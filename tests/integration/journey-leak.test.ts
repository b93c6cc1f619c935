// THE JOURNEY LEAK TEST. Loads the demo scenario (a released patient with a known raw track),
// renders every public surface, and proves that none carries a raw coordinate (written with 3 or
// more decimals, with or without its sign), a fix's time of day, a coordinate off the public grid,
// or a date after the public cutoff.
import { eq } from 'drizzle-orm';
import { beforeAll, describe, expect, it } from 'vitest';
import { journeys, patients, positions } from '$lib/server/db/schema';
import { seedDemo } from '$lib/server/db/seed/demo';
import { patientShareCard, shareCardSvg } from '$lib/server/og/card';
import { cellCentre, cellOf, type CellDeg } from '$lib/server/tracking/projection';
import { load as homePage } from '../../src/routes/+page.server';
import { GET as journeyApi } from '../../src/routes/api/patients/[slug]/journey/+server';
import { GET as occurrencesApi } from '../../src/routes/api/patients/[slug]/occurrences.csv/+server';
import { GET as patientApi } from '../../src/routes/api/patients/[slug]/+server';
import { GET as patientsApi } from '../../src/routes/api/patients/+server';
import { GET as storiesApi } from '../../src/routes/api/stories/+server';
import { load as patientPage } from '../../src/routes/patients/[slug]/+page.server';
import { load as patientsPage } from '../../src/routes/patients/+page.server';
import { GET as sitemap } from '../../src/routes/sitemap.xml/+server';
import { GET as atomFeed } from '../../src/routes/stories/feed.xml/+server';
import { GET as rssFeed } from '../../src/routes/stories/rss.xml/+server';
import { useTestDatabase } from '../setup/test-db';
import { publicEvent } from './public-event';

process.env.MAIL_WORKER = 'off';
const db = useTestDatabase();
const SLUG = 'perla';

let rawForms: string[] = [];
let rawTimes: string[] = [];
let cutoffDate = '';
let cellDeg: CellDeg = 0.1;
let rawCount = 0;

/** Every way a coordinate could be written with 3 to 6 decimals, with and without its sign. */
function coordinateForms(n: number): string[] {
	const forms = new Set<string>();
	if (/\.\d{3}/.test(String(n))) forms.add(String(n));
	for (let digits = 3; digits <= 6; digits++) {
		forms.add(n.toFixed(digits));
		forms.add(Math.abs(n).toFixed(digits));
	}
	return [...forms];
}

beforeAll(async () => {
	await seedDemo(db());
	const [patient] = await db().select().from(patients).where(eq(patients.slug, SLUG));
	const raw = await db().select().from(positions).where(eq(positions.patientId, patient.id));
	rawCount = raw.length;
	rawForms = [
		...new Set(
			raw.flatMap((r) => [...coordinateForms(r.latitude), ...coordinateForms(r.longitude)])
		)
	];
	// A fix's time of day, as an ISO timestamp would write it (to the minute is enough).
	rawTimes = [...new Set(raw.map((r) => r.observedAt.toISOString().slice(0, 16)))];
	const [journey] = await db().select().from(journeys).where(eq(journeys.patientId, patient.id));
	cutoffDate = journey.cutoffDate;
	cellDeg = (journey.geojson as { properties: { cellDeg: CellDeg } }).properties.cellDeg;
}, 60_000);

function expectNoRawTrack(surface: string, text: string) {
	for (const form of rawForms) {
		expect(text.includes(form), `${surface} contains the raw coordinate ${form}`).toBe(false);
	}
	for (const time of rawTimes) {
		expect(text.includes(time), `${surface} contains the fix time ${time}`).toBe(false);
	}
}

/** Every [lon, lat] pair in a GeoJSON value is a cell centre; every date is on or before the cutoff. */
function expectOnGridAndDelayed(surface: string, geojson: unknown) {
	const pairs: number[][] = [];
	const walk = (value: unknown) => {
		if (Array.isArray(value)) {
			if (value.length === 2 && value.every((v) => typeof v === 'number')) pairs.push(value);
			else value.forEach(walk);
		} else if (value && typeof value === 'object') Object.values(value).forEach(walk);
	};
	walk(geojson);
	expect(pairs.length, `${surface} has positions`).toBeGreaterThan(0);
	for (const [lon, lat] of pairs) {
		// Cut vertices of the antimeridian split sit at ±180 with a grid latitude.
		if (Math.abs(lon) === 180) continue;
		const { row, col } = cellOf(lat, lon, cellDeg);
		expect(cellCentre(row, col, cellDeg), `${surface}: ${lon},${lat} is off the grid`).toEqual({
			lat,
			lon
		});
	}
	const dates = JSON.stringify(geojson).match(/\d{4}-\d{2}-\d{2}/g) ?? [];
	for (const date of dates)
		expect(date <= cutoffDate, `${surface}: ${date} is after the cutoff`).toBe(true);
}

describe('no public surface carries the raw track', () => {
	it('has a raw track in the demo to look for, some of it newer than the cutoff', () => {
		expect(rawCount).toBeGreaterThan(500);
		expect(rawTimes.some((t) => t.slice(0, 10) > cutoffDate)).toBe(true);
	});

	it('the checks themselves catch a leak', () => {
		expect(() => expectNoRawTrack('probe', `{"lat":${rawForms[0]}}`)).toThrow(/raw coordinate/);
		expect(() => expectNoRawTrack('probe', rawTimes[0])).toThrow(/fix time/);
		expect(() =>
			expectOnGridAndDelayed('probe', { coordinates: [-66.7039, 17.8874], date: cutoffDate })
		).toThrow(/off the grid/);
		const late = new Date(Date.parse(cutoffDate) + 86_400_000).toISOString().slice(0, 10);
		expect(() =>
			expectOnGridAndDelayed('probe', { coordinates: [-66.75, 17.85], d: late })
		).toThrow(/after the cutoff/);
	});

	it('the journey API and the Darwin Core export', async () => {
		const response = await journeyApi(publicEvent(`/api/patients/${SLUG}/journey`, { slug: SLUG }));
		expect(response.status).toBe(200);
		const text = await response.text();
		expectNoRawTrack('journey API', text);
		expectOnGridAndDelayed('journey API', JSON.parse(text));

		const csv = await (
			await occurrencesApi(publicEvent(`/api/patients/${SLUG}/occurrences.csv`, { slug: SLUG }))
		).text();
		expectNoRawTrack('Darwin Core CSV', csv);
		const rows = csv.trim().split('\r\n').slice(1);
		expect(rows.length).toBeGreaterThan(0);
		for (const row of rows) {
			// eventDate, decimalLatitude, decimalLongitude are columns 8–10 (no commas before them).
			const cols = row.split(',');
			const [lat, lon] = [Number(cols[8]), Number(cols[9])];
			const { row: r, col: c } = cellOf(lat, lon, cellDeg);
			expect(cellCentre(r, c, cellDeg)).toEqual({ lat, lon });
			for (const date of cols[7].split('/')) expect(date <= cutoffDate).toBe(true);
		}
	});

	it('the patient page, the lists, the APIs, feeds, sitemap and share card', async () => {
		const page = await patientPage(publicEvent(`/patients/${SLUG}`, { slug: SLUG }));
		const pageText = JSON.stringify(page);
		expectNoRawTrack('patient page', pageText);
		expectOnGridAndDelayed(
			'patient page journey',
			JSON.parse((page as { journeyJson: string }).journeyJson)
		);

		const surfaces: Array<[string, () => Promise<string>]> = [
			['/', async () => JSON.stringify(await homePage(publicEvent('/')))],
			['/patients', async () => JSON.stringify(await patientsPage(publicEvent('/patients')))],
			['/api/patients', async () => (await patientsApi(publicEvent('/api/patients'))).text()],
			[
				`/api/patients/${SLUG}`,
				async () => (await patientApi(publicEvent(`/api/patients/${SLUG}`, { slug: SLUG }))).text()
			],
			['/api/stories', async () => (await storiesApi(publicEvent('/api/stories?limit=50'))).text()],
			['/sitemap.xml', async () => (await sitemap(publicEvent('/sitemap.xml'))).text()],
			['/stories/feed.xml', async () => (await atomFeed(publicEvent('/stories/feed.xml'))).text()],
			['/stories/rss.xml', async () => (await rssFeed(publicEvent('/stories/rss.xml'))).text()],
			[
				'share card',
				async () => {
					const card = await patientShareCard(SLUG);
					return JSON.stringify(card) + (card ? shareCardSvg(card) : '');
				}
			]
		];
		for (const [surface, read] of surfaces) expectNoRawTrack(surface, await read());
	});
});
|---|
Print each entry above again, exactly as it was given.

filename tests/integration/journey-leak.test.ts
repository b93c6cc1f619c935
// THE JOURNEY LEAK TEST. Loads the demo scenario (a released patient with a known raw track),
// renders every public surface, and proves that none carries a raw coordinate (written with 3 or
// more decimals, with or without its sign), a fix's time of day, a coordinate off the public grid,
// or a date after the public cutoff.
import { eq } from 'drizzle-orm';
import { beforeAll, describe, expect, it } from 'vitest';
import { journeys, patients, positions } from '$lib/server/db/schema';
import { seedDemo } from '$lib/server/db/seed/demo';
import { patientShareCard, shareCardSvg } from '$lib/server/og/card';
import { cellCentre, cellOf, type CellDeg } from '$lib/server/tracking/projection';
import { load as homePage } from '../../src/routes/+page.server';
import { GET as journeyApi } from '../../src/routes/api/patients/[slug]/journey/+server';
import { GET as occurrencesApi } from '../../src/routes/api/patients/[slug]/occurrences.csv/+server';
import { GET as patientApi } from '../../src/routes/api/patients/[slug]/+server';
import { GET as patientsApi } from '../../src/routes/api/patients/+server';
import { GET as storiesApi } from '../../src/routes/api/stories/+server';
import { load as patientPage } from '../../src/routes/patients/[slug]/+page.server';
import { load as patientsPage } from '../../src/routes/patients/+page.server';
import { GET as sitemap } from '../../src/routes/sitemap.xml/+server';
import { GET as atomFeed } from '../../src/routes/stories/feed.xml/+server';
import { GET as rssFeed } from '../../src/routes/stories/rss.xml/+server';
import { useTestDatabase } from '../setup/test-db';
import { publicEvent } from './public-event';

process.env.MAIL_WORKER = 'off';
const db = useTestDatabase();
const SLUG = 'perla';

let rawForms: string[] = [];
let rawTimes: string[] = [];
let cutoffDate = '';
let cellDeg: CellDeg = 0.1;
let rawCount = 0;

/** Every way a coordinate could be written with 3 to 6 decimals, with and without its sign. */
function coordinateForms(n: number): string[] {
	const forms = new Set<string>();
	if (/\.\d{3}/.test(String(n))) forms.add(String(n));
	for (let digits = 3; digits <= 6; digits++) {
		forms.add(n.toFixed(digits));
		forms.add(Math.abs(n).toFixed(digits));
	}
	return [...forms];
}

beforeAll(async () => {
	await seedDemo(db());
	const [patient] = await db().select().from(patients).where(eq(patients.slug, SLUG));
	const raw = await db().select().from(positions).where(eq(positions.patientId, patient.id));
	rawCount = raw.length;
	rawForms = [
		...new Set(
			raw.flatMap((r) => [...coordinateForms(r.latitude), ...coordinateForms(r.longitude)])
		)
	];
	// A fix's time of day, as an ISO timestamp would write it (to the minute is enough).
	rawTimes = [...new Set(raw.map((r) => r.observedAt.toISOString().slice(0, 16)))];
	const [journey] = await db().select().from(journeys).where(eq(journeys.patientId, patient.id));
	cutoffDate = journey.cutoffDate;
	cellDeg = (journey.geojson as { properties: { cellDeg: CellDeg } }).properties.cellDeg;
}, 60_000);

function expectNoRawTrack(surface: string, text: string) {
	for (const form of rawForms) {
		expect(text.includes(form), `${surface} contains the raw coordinate ${form}`).toBe(false);
	}
	for (const time of rawTimes) {
		expect(text.includes(time), `${surface} contains the fix time ${time}`).toBe(false);
	}
}

/** Every [lon, lat] pair in a GeoJSON value is a cell centre; every date is on or before the cutoff. */
function expectOnGridAndDelayed(surface: string, geojson: unknown) {
	const pairs: number[][] = [];
	const walk = (value: unknown) => {
		if (Array.isArray(value)) {
			if (value.length === 2 && value.every((v) => typeof v === 'number')) pairs.push(value);
			else value.forEach(walk);
		} else if (value && typeof value === 'object') Object.values(value).forEach(walk);
	};
	walk(geojson);
	expect(pairs.length, `${surface} has positions`).toBeGreaterThan(0);
	for (const [lon, lat] of pairs) {
		// Cut vertices of the antimeridian split sit at ±180 with a grid latitude.
		if (Math.abs(lon) === 180) continue;
		const { row, col } = cellOf(lat, lon, cellDeg);
		expect(cellCentre(row, col, cellDeg), `${surface}: ${lon},${lat} is off the grid`).toEqual({
			lat,
			lon
		});
	}
	const dates = JSON.stringify(geojson).match(/\d{4}-\d{2}-\d{2}/g) ?? [];
	for (const date of dates)
		expect(date <= cutoffDate, `${surface}: ${date} is after the cutoff`).toBe(true);
}

describe('no public surface carries the raw track', () => {
	it('has a raw track in the demo to look for, some of it newer than the cutoff', () => {
		expect(rawCount).toBeGreaterThan(500);
		expect(rawTimes.some((t) => t.slice(0, 10) > cutoffDate)).toBe(true);
	});

	it('the checks themselves catch a leak', () => {
		expect(() => expectNoRawTrack('probe', `{"lat":${rawForms[0]}}`)).toThrow(/raw coordinate/);
		expect(() => expectNoRawTrack('probe', rawTimes[0])).toThrow(/fix time/);
		expect(() =>
			expectOnGridAndDelayed('probe', { coordinates: [-66.7039, 17.8874], date: cutoffDate })
		).toThrow(/off the grid/);
		const late = new Date(Date.parse(cutoffDate) + 86_400_000).toISOString().slice(0, 10);
		expect(() =>
			expectOnGridAndDelayed('probe', { coordinates: [-66.75, 17.85], d: late })
		).toThrow(/after the cutoff/);
	});

	it('the journey API and the Darwin Core export', async () => {
		const response = await journeyApi(publicEvent(`/api/patients/${SLUG}/journey`, { slug: SLUG }));
		expect(response.status).toBe(200);
		const text = await response.text();
		expectNoRawTrack('journey API', text);
		expectOnGridAndDelayed('journey API', JSON.parse(text));

		const csv = await (
			await occurrencesApi(publicEvent(`/api/patients/${SLUG}/occurrences.csv`, { slug: SLUG }))
		).text();
		expectNoRawTrack('Darwin Core CSV', csv);
		const rows = csv.trim().split('\r\n').slice(1);
		expect(rows.length).toBeGreaterThan(0);
		for (const row of rows) {
			// eventDate, decimalLatitude, decimalLongitude are columns 8–10 (no commas before them).
			const cols = row.split(',');
			const [lat, lon] = [Number(cols[8]), Number(cols[9])];
			const { row: r, col: c } = cellOf(lat, lon, cellDeg);
			expect(cellCentre(r, c, cellDeg)).toEqual({ lat, lon });
			for (const date of cols[7].split('/')) expect(date <= cutoffDate).toBe(true);
		}
	});

	it('the patient page, the lists, the APIs, feeds, sitemap and share card', async () => {
		const page = await patientPage(publicEvent(`/patients/${SLUG}`, { slug: SLUG }));
		const pageText = JSON.stringify(page);
		expectNoRawTrack('patient page', pageText);
		expectOnGridAndDelayed(
			'patient page journey',
			JSON.parse((page as { journeyJson: string }).journeyJson)
		);

		const surfaces: Array<[string, () => Promise<string>]> = [
			['/', async () => JSON.stringify(await homePage(publicEvent('/')))],
			['/patients', async () => JSON.stringify(await patientsPage(publicEvent('/patients')))],
			['/api/patients', async () => (await patientsApi(publicEvent('/api/patients'))).text()],
			[
				`/api/patients/${SLUG}`,
				async () => (await patientApi(publicEvent(`/api/patients/${SLUG}`, { slug: SLUG }))).text()
			],
			['/api/stories', async () => (await storiesApi(publicEvent('/api/stories?limit=50'))).text()],
			['/sitemap.xml', async () => (await sitemap(publicEvent('/sitemap.xml'))).text()],
			['/stories/feed.xml', async () => (await atomFeed(publicEvent('/stories/feed.xml'))).text()],
			['/stories/rss.xml', async () => (await rssFeed(publicEvent('/stories/rss.xml'))).text()],
			[
				'share card',
				async () => {
					const card = await patientShareCard(SLUG);
					return JSON.stringify(card) + (card ? shareCardSvg(card) : '');
				}
			]
		];
		for (const [surface, read] of surfaces) expectNoRawTrack(surface, await read());
	});
});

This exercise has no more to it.